L'édifice, aux proportions ambitieuses — 75 pieds de long, 32 de large, 15 de haut, avec deux chapelles — s'accompagnait d'un presbytère également dessiné avec soin. En contrepartie, les Lazaristes devaient fournir une étrange dotation : onze esclaves noirs, une négresse, deux cents piastres, trois mille livres de riz blanc, ainsi que les matériaux de construction et deux maçons indiens nourris aux frais de la Compagnie pendant un an.
Quelques années plus tard, en 1740, le frère LECOQ décrira l'église comme « fort jolie, bâtie en pierre, d'une grandeur raisonnable, la maçonnerie faite à chaux et à sable ». Mais un autre frère, plus poétique que pratique, s'inquiétait que la « brise », ce vent marin qui souffle sur l'île, ne décoiffe à la fois les prêtres célébrants et les autels si l'on oubliait de fermer les portes latérales…
L'œuvre achevée, Jacques ne resta pas inactif. En 1735, il signa un contrat avec nul autre que le gouverneur Mahé de La Bourdonnais. Il s'agissait cette fois de bâtir un moulin à vent. Pour 400 livres, Jacques en assurerait la maçonnerie, à condition que la Compagnie lui fournisse chaux, bois, outils… et esclaves. Cette commande, officialisée par le plus haut représentant de l'île, consacrait la réussite du jeune maçon turbulent. Le moulin, hélas, n'a pas résisté au temps — il n'en reste aujourd'hui aucune trace.
Installé avec sa famille à Saint-Pierre, dans le quartier de la Rivière d'Abord, Jacques y obtint une concession. De cette terre nouvelle, naquirent au moins treize autres enfants dont ma Sosa 281 Marie.

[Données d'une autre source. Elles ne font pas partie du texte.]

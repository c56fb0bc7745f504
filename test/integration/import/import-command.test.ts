import Database from 'better-sqlite3';
import { existsSync, readFileSync, statSync, writeFileSync } from 'node:fs';
import { join } from 'node:path';
import { describe, expect, it } from 'vitest';
import { sha256Hex } from '../../../src-main/store/canonical-json.js';
import { LATEST_SCHEMA_VERSION } from '../../../src-main/store/migrations.js';
import { openStore } from '../../../src-main/store/store.js';
import { useTempDir } from '../store/temp-dir.js';
import { holdfast } from './cli-io.js';

const tempDir = useTempDir();

const FIRST = 'date,EQ1,BD1\n2025-01-02,100,50\n2025-01-03,101,50.5\n';

function workspace(files: Record<string, string>): string {
  const dir = tempDir();
  for (const [name, text] of Object.entries(files)) writeFileSync(join(dir, name), text);
  return dir;
}

describe('holdfast import', () => {
  it('creates the store owner-only, adds the assets and prices, and puts them in the universe', async () => {
    const dir = workspace({ 'p.csv': FIRST });
    const r = await holdfast(dir, 'import', '--store', 's.hfstore', '--prices', 'p.csv', '--universe', 'Core');
    expect(r.code).toBe(0);
    expect(r.stdout).toMatch(/wide form, comma-separated, decimal point, ISO dates; 2 rows, 2 assets/);
    expect(r.stdout).toMatch(/4 prices added, 0 replaced/);
    expect(statSync(join(dir, 's.hfstore')).mode & 0o777).toBe(0o600);
    const store = openStore(join(dir, 's.hfstore'), { create: false });
    const t = store.priceTable({ universe: 'Core' });
    expect(t.assets).toEqual(['EQ1', 'BD1']);
    expect(Array.from(t.closes[1])).toEqual([50, 50.5]);
    expect(store.listBatches()[0].source).toBe('p.csv');
    store.close();
  });

  it('exits 2 with the validation report naming file, line and column, and creates no store', async () => {
    const dir = workspace({ 'bad.csv': 'date,EQ1\n2025-01-02,100\n2025-01-03,-4\n2025-01-06,abc\n' });
    const r = await holdfast(dir, 'import', '--store', 's.hfstore', '--prices', 'bad.csv', '--universe', 'Core');
    expect(r.code).toBe(2);
    expect(r.stderr).toContain("bad.csv:4:2: EQ1: 'abc' is not a number");
    expect(r.stderr).toContain('bad.csv:3:2: EQ1: a price must be above zero');
    expect(r.stderr).toContain('nothing was written');
    expect(r.stdout).toBe('');
    expect(existsSync(join(dir, 's.hfstore'))).toBe(false);
  });

  it('leaves an existing store byte for byte unchanged when the file is invalid', async () => {
    const dir = workspace({ 'p.csv': FIRST, 'bad.csv': 'date,EQ1\n2025-01-07,1\n2025-01-07,2\n' });
    await holdfast(dir, 'import', '--store', 's.hfstore', '--prices', 'p.csv', '--universe', 'Core');
    const before = sha256Hex(readFileSync(join(dir, 's.hfstore')));
    const r = await holdfast(
      dir,
      'import',
      '--store',
      's.hfstore',
      '--prices',
      'bad.csv',
      '--universe',
      'Core',
      '--json',
    );
    expect(r.code).toBe(2);
    const out = JSON.parse(r.stdout);
    expect(out.status).toBe('invalid');
    expect(out.report.problems).toEqual([
      { line: 3, column: 1, message: 'date 2025-01-07 repeats the date of line 2' },
    ]);
    expect(sha256Hex(readFileSync(join(dir, 's.hfstore')))).toBe(before);
  });

  it('shows changed values on re-import and writes them only with --apply; new dates need no confirmation', async () => {
    const dir = workspace({
      'p.csv': FIRST,
      'p2.csv': 'date,EQ1,BD1\n2025-01-03,101.5,50.5\n2025-01-06,102,51\n',
    });
    await holdfast(dir, 'import', '--store', 's.hfstore', '--prices', 'p.csv', '--universe', 'Core');
    const dry = await holdfast(dir, 'import', '--store', 's.hfstore', '--prices', 'p2.csv', '--universe', 'Core');
    expect(dry.code).toBe(1);
    expect(dry.stdout).toContain('plan: 0 new assets, 2 new prices, 1 changed, 1 unchanged');
    expect(dry.stdout).toContain('EQ1: 1 changed (2025-01-03: 101 -> 101.5)');
    expect(dry.stderr).toMatch(/nothing was written.*--apply/);
    let store = openStore(join(dir, 's.hfstore'));
    expect(store.priceSeries('EQ1')!.dates).toEqual(['2025-01-02', '2025-01-03']);
    expect(store.dataVersion()).toBe(1);
    store.close();

    const applied = await holdfast(
      dir,
      'import',
      '--store',
      's.hfstore',
      '--prices',
      'p2.csv',
      '--universe',
      'Core',
      '--apply',
      '--json',
    );
    expect(applied.code).toBe(0);
    expect(JSON.parse(applied.stdout).batch).toMatchObject({ added: 2, replaced: 1, assets: 2 });
    store = openStore(join(dir, 's.hfstore'));
    expect(Array.from(store.priceSeries('EQ1')!.closes)).toEqual([100, 101.5, 102]);
    expect(Array.from(store.priceSeries('EQ1')!.batches)).toEqual([1, 2, 2]);
    store.close();

    const again = await holdfast(dir, 'import', '--store', 's.hfstore', '--prices', 'p2.csv', '--universe', 'Core');
    expect(again.code).toBe(0);
    expect(again.stdout).toContain('nothing new');
  });

  it('asks for the date order of an ambiguous file instead of guessing', async () => {
    const dir = workspace({ 'p.csv': 'date;EQ1\n03/04/2025;1,5\n04/04/2025;1,6\n' });
    const r = await holdfast(dir, 'import', '--store', 's.hfstore', '--prices', 'p.csv', '--universe', 'U');
    expect(r.code).toBe(2);
    expect(r.stderr).toMatch(/--date-order/);
    const ok = await holdfast(
      dir,
      'import',
      '--store',
      's.hfstore',
      '--prices',
      'p.csv',
      '--universe',
      'U',
      '--date-order',
      'day-first',
    );
    expect(ok.code).toBe(0);
    const store = openStore(join(dir, 's.hfstore'));
    expect(store.priceSeries('EQ1')!.dates).toEqual(['2025-04-03', '2025-04-04']);
    expect(Array.from(store.priceSeries('EQ1')!.closes)).toEqual([1.5, 1.6]);
    store.close();
  });

  it('names a missing price file and a store from a newer Holdfast, exiting 2', async () => {
    const dir = workspace({ 'p.csv': FIRST });
    const missing = await holdfast(dir, 'import', '--store', 's.hfstore', '--prices', 'nope.csv', '--universe', 'U');
    expect([missing.code, missing.stderr]).toEqual([2, 'holdfast import: nope.csv: no such file\n']);
    openStore(join(dir, 'new.hfstore')).close();
    const db = new Database(join(dir, 'new.hfstore'));
    db.pragma(`user_version = ${LATEST_SCHEMA_VERSION + 1}`);
    db.close();
    const newer = await holdfast(dir, 'import', '--store', 'new.hfstore', '--prices', 'p.csv', '--universe', 'U');
    expect(newer.code).toBe(2);
    expect(newer.stderr).toMatch(/new\.hfstore: was written by a newer Holdfast/);
  });
});

describe('holdfast backup and restore', () => {
  it('backs up a store and restores it, keeping the store it replaces', async () => {
    const dir = workspace({ 'p.csv': FIRST, 'p2.csv': 'date,EQ1\n2025-01-06,103\n' });
    await holdfast(dir, 'import', '--store', 's.hfstore', '--prices', 'p.csv', '--universe', 'Core');
    const b = await holdfast(dir, 'backup', '--store', 's.hfstore', '--out', 'b.hfstore');
    expect(b.code).toBe(0);
    expect(statSync(join(dir, 'b.hfstore')).mode & 0o777).toBe(0o600);
    expect((await holdfast(dir, 'backup', '--store', 's.hfstore', '--out', 'b.hfstore')).code).toBe(2);
    await holdfast(dir, 'import', '--store', 's.hfstore', '--prices', 'p2.csv', '--universe', 'Core');
    const r = await holdfast(dir, 'restore', '--from', 'b.hfstore', '--store', 's.hfstore');
    expect(r.code).toBe(0);
    expect(r.stdout).toMatch(/the store it replaced is kept as .*s\.hfstore\.replaced-/);
    const store = openStore(join(dir, 's.hfstore'), { create: false });
    expect(store.priceSeries('EQ1')!.dates).toEqual(['2025-01-02', '2025-01-03']);
    expect(store.check()).toEqual([]);
    store.close();
  });

  it('refuses to restore a damaged backup or one that is not a store, leaving the store as it was', async () => {
    const dir = workspace({ 'p.csv': FIRST, 'text.csv': FIRST });
    await holdfast(dir, 'import', '--store', 's.hfstore', '--prices', 'p.csv', '--universe', 'Core');
    await holdfast(dir, 'backup', '--store', 's.hfstore', '--out', 'b.hfstore');
    // Damage the b-tree page of the assets table (its header and cell pointers).
    const db = new Database(join(dir, 'b.hfstore'), { readonly: true });
    const root = (db.prepare("SELECT rootpage FROM sqlite_schema WHERE name = 'assets'").get() as { rootpage: number })
      .rootpage;
    const pageSize = db.pragma('page_size', { simple: true }) as number;
    db.close();
    const bytes = readFileSync(join(dir, 'b.hfstore'));
    for (let i = (root - 1) * pageSize; i < (root - 1) * pageSize + 24; i++) bytes[i] = 0xa5;
    writeFileSync(join(dir, 'b.hfstore'), bytes);
    const before = sha256Hex(readFileSync(join(dir, 's.hfstore')));
    const damaged = await holdfast(dir, 'restore', '--from', 'b.hfstore', '--store', 's.hfstore');
    expect(damaged.code).toBe(2);
    expect(damaged.stderr).toMatch(/b\.hfstore: /);
    const text = await holdfast(dir, 'restore', '--from', 'text.csv', '--store', 's.hfstore');
    expect(text.code).toBe(2);
    expect(text.stderr).toMatch(/text\.csv: cannot be read as a Holdfast store/);
    expect(sha256Hex(readFileSync(join(dir, 's.hfstore')))).toBe(before);
  });
});
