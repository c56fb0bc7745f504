import { memo, useMemo, useState } from 'react';
import type { Asset, Holdings } from '../../../shared-core/contract/service-api.js';
import {
  estimatorDefinition,
  estimatorDefinitions,
  type EstimatorSpec,
} from '../../../shared-core/methods/estimator-registry.js';
import { shrinkageTargets } from '../../../shared-core/methods/estimators/ledoit-wolf.js';
import {
  objectiveDefinition,
  objectiveDefinitions,
  type ObjectiveSpec,
} from '../../../shared-core/methods/objective-registry.js';
import type { ScenarioInput } from '../../../shared-core/scenario/schema.js';
import { describeEstimator, describeObjective, findCandidate } from '../candidate-grid.js';
import {
  addEstimator,
  addObjective,
  removeEstimator,
  removeObjective,
  setAssets,
  setCell,
  setField,
  updateEstimator,
  updateObjective,
  type EditorState,
} from '../editor-state.js';
import { formatDate, formatPercent } from '../format.js';
import { weightsFromHoldings } from '../trade-list.js';
import { messagesAt, type FieldMessage } from '../validate-draft.js';
import { FieldNote, NumberField, PercentField, SelectField, TextField } from './fields.js';

/**
 * The first part of the page: what the advisor is asking. Assets, the estimation window, the
 * risk estimates and objectives whose grid forms the candidates, the mandate's limits, the
 * current holdings and, where an objective needs them, expected returns.
 */
export interface BriefProps {
  state: EditorState;
  commit: (next: EditorState, key?: string) => void;
  /** An edit applied to the latest state: stable, so memoised rows need not re-render. */
  update: (edit: (state: EditorState) => EditorState, key?: string) => void;
  messages: readonly FieldMessage[];
  onTyping: (path: string, message: string | null) => void;
  catalogue: readonly Asset[];
  holdings: Holdings | null;
  locale?: string;
}

type Bound = [number, number];
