import { existsSync } from 'node:fs';
import { fileURLToPath } from 'node:url';
import { describe, expect, it } from 'vitest';
import { estimateCovariance } from '../../../shared-core/estimators/registry.js';
import { crossProduct } from '../../../shared-core/linalg/cross-product.js';
import { zeros } from '../../../shared-core/linalg/matrix.js';
import { createTwoThreadCrossProduct } from '../../../src-main/compute/two-thread-cross-product.js';

/**
 * The command line's two-thread X'X (a worker thread computes the last rows with the core's
 * kernel) gives the single-thread numbers bit for bit. The worker runs from the build that
 * `npm test` makes first (dist/), as it does for `holdfast`.
 */
const script = new URL('../../../dist/src-main/compute/compute-thread.js', import.meta.url);

function returns(t: number, n: number) {
  let s = 7;
  const x = zeros(t, n);
  for (let k = 0; k < x.data.length; k++) {
    s = (s * 16807) % 2147483647;
    x.data[k] = (s / 2147483647 - 0.5) * 0.02;
  }
  return x;
}

describe('X’X on two threads (src-main/compute)', () => {
  it.runIf(existsSync(fileURLToPath(script)))(
    'the worker computes its rows and the matrix equals the one-thread kernel exactly; so does a Ledoit-Wolf estimate',
    () => {
      const two = createTwoThreadCrossProduct({ script, minWork: 0 });
      for (const [t, n] of [
        [300, 37],
        [120, 200],
      ]) {
        const x = returns(t, n);
        const a = two.crossProduct(x);
        expect(Array.from(a.data)).toEqual(Array.from(crossProduct(x).data));
        const viaTwo = estimateCovariance(
          x,
          { method: 'ledoit-wolf' },
          { frequency: 'daily', crossProduct: two.crossProduct },
        );
        const viaOne = estimateCovariance(x, { method: 'ledoit-wolf' }, { frequency: 'daily' });
        expect(Array.from(viaTwo.covariance.data)).toEqual(Array.from(viaOne.covariance.data));
        expect(viaTwo.diagnostics.shrinkage).toBe(viaOne.diagnostics.shrinkage);
      }
      expect(two.stats.rowsByWorker).toBeGreaterThan(0);
    },
  );

  it('without the compiled worker script it computes every row itself', () => {
    const alone = createTwoThreadCrossProduct({ script: new URL('file:///nonexistent/thread.js'), minWork: 0 });
    const x = returns(50, 9);
    expect(Array.from(alone.crossProduct(x).data)).toEqual(Array.from(crossProduct(x).data));
    expect(alone.stats.rowsByWorker).toBe(0);
  });
});
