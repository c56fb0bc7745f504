import { runCli } from '../../../src-main/cli/run-cli.js';

/** Runs `holdfast ...` in-process with captured output. */
export async function holdfast(cwd: string, ...argv: string[]) {
  let stdout = '';
  let stderr = '';
  const code = await runCli(argv, {
    stdout: (t) => (stdout += t),
    stderr: (t) => (stderr += t),
    cwd,
    env: {},
    signal: new AbortController().signal,
  });
  return { code, stdout, stderr };
}
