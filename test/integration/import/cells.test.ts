import { describe, expect, it } from 'vitest';
import { readNumber, scanPlainDecimal } from '../../../src-main/io/cells.js';

// Park-Miller generator (Park and Miller 1988), seeded so a failure can be replayed.
function lcg(seed: number) {
  let s = seed;
  return () => (s = (s * 16807) % 2147483647) / 2147483647;
}

describe('reading numbers', () => {
  it('the in-place decimal scan gives the same double as ECMAScript Number() (ECMA-262 StringToNumber)', () => {
    const rnd = lcg(12345);
    for (let k = 0; k < 100_000; k++) {
      const magnitude = 10 ** Math.floor(rnd() * 12 - 4);
      const text = (rnd() * magnitude * (rnd() < 0.1 ? -1 : 1)).toFixed(Math.floor(rnd() * 11));
      const v = scanPlainDecimal(text, 0, text.length, 'point');
      // Beyond 15 significant digits the scan declines (NaN) and the caller uses Number().
      if (!Number.isNaN(v)) expect(Object.is(v, Number(text))).toBe(true);
      const comma = text.replace('.', ',');
      const c = scanPlainDecimal(comma, 0, comma.length, 'comma');
      if (!Number.isNaN(c)) expect(Object.is(c, Number(text))).toBe(true);
    }
  });

  it('declines everything but a plain decimal, so the general path decides', () => {
    for (const text of ['', ' 1', '1e5', '0x10', '.', '-', '1.2.3', '1,5', 'Infinity', '1234567890123456'])
      expect(scanPlainDecimal(text, 0, text.length, 'point')).toBeNaN();
    expect(scanPlainDecimal('x12.5y', 1, 5, 'point')).toBe(12.5);
  });

  it('the general path refuses what Number() accepts but a price file never means', () => {
    for (const text of ['', '   ', '0x10', '0b1', '0o7', 'Infinity', '-Infinity', '1,5'])
      expect(readNumber(text, 'point')).toBeNaN();
    expect(readNumber(' 1e3 ', 'point')).toBe(1000);
    expect(readNumber('1.234,5', 'comma')).toBeNaN();
    expect(readNumber('1234,5', 'comma')).toBe(1234.5);
  });
});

La vie d'Anne Marie BENOIT prit fin le 13 mars 1758 à Saint-Paul. Quant à Jacques, il avait depuis longtemps délaissé la truelle pour devenir planteur. Cette même année, les archives le désignent comme « Officier de Bourgeoisie », un titre qui scelle sa réhabilitation sociale. Le maçon séditieux de jadis était devenu un notable. Il s'éteindra à Saint-Pierre, le 27 juin 1765.
Ainsi se referme le chapitre d'une vie mouvementée, marquée par l'exil, les bâtisses, les procès, les enfants, et une ascension sociale que nul n'aurait pu prédire au départ de la Creuse. Un homme de pierre, sans doute, mais aussi de feu. Son nom disparut de mon arbre généalogique à la suite du décès de sa fille, Marie ETEVE, épouse LAURET et mon aïeule, survenu le 3 juillet 1780 à Saint-Pierre.
SOURCES :
- Madame Hélène Thazard, ancienne Présidente du Cercle Généalogique de Bourbon.
- " Les défricheurs de l'Isle de France " Octave Béchet page 75
- Marcelle Lagesse " La Gazette des Iles " N° 17 Décembre 1987
- Bulletin du Cercle Généalogique de Bourbon Page 314.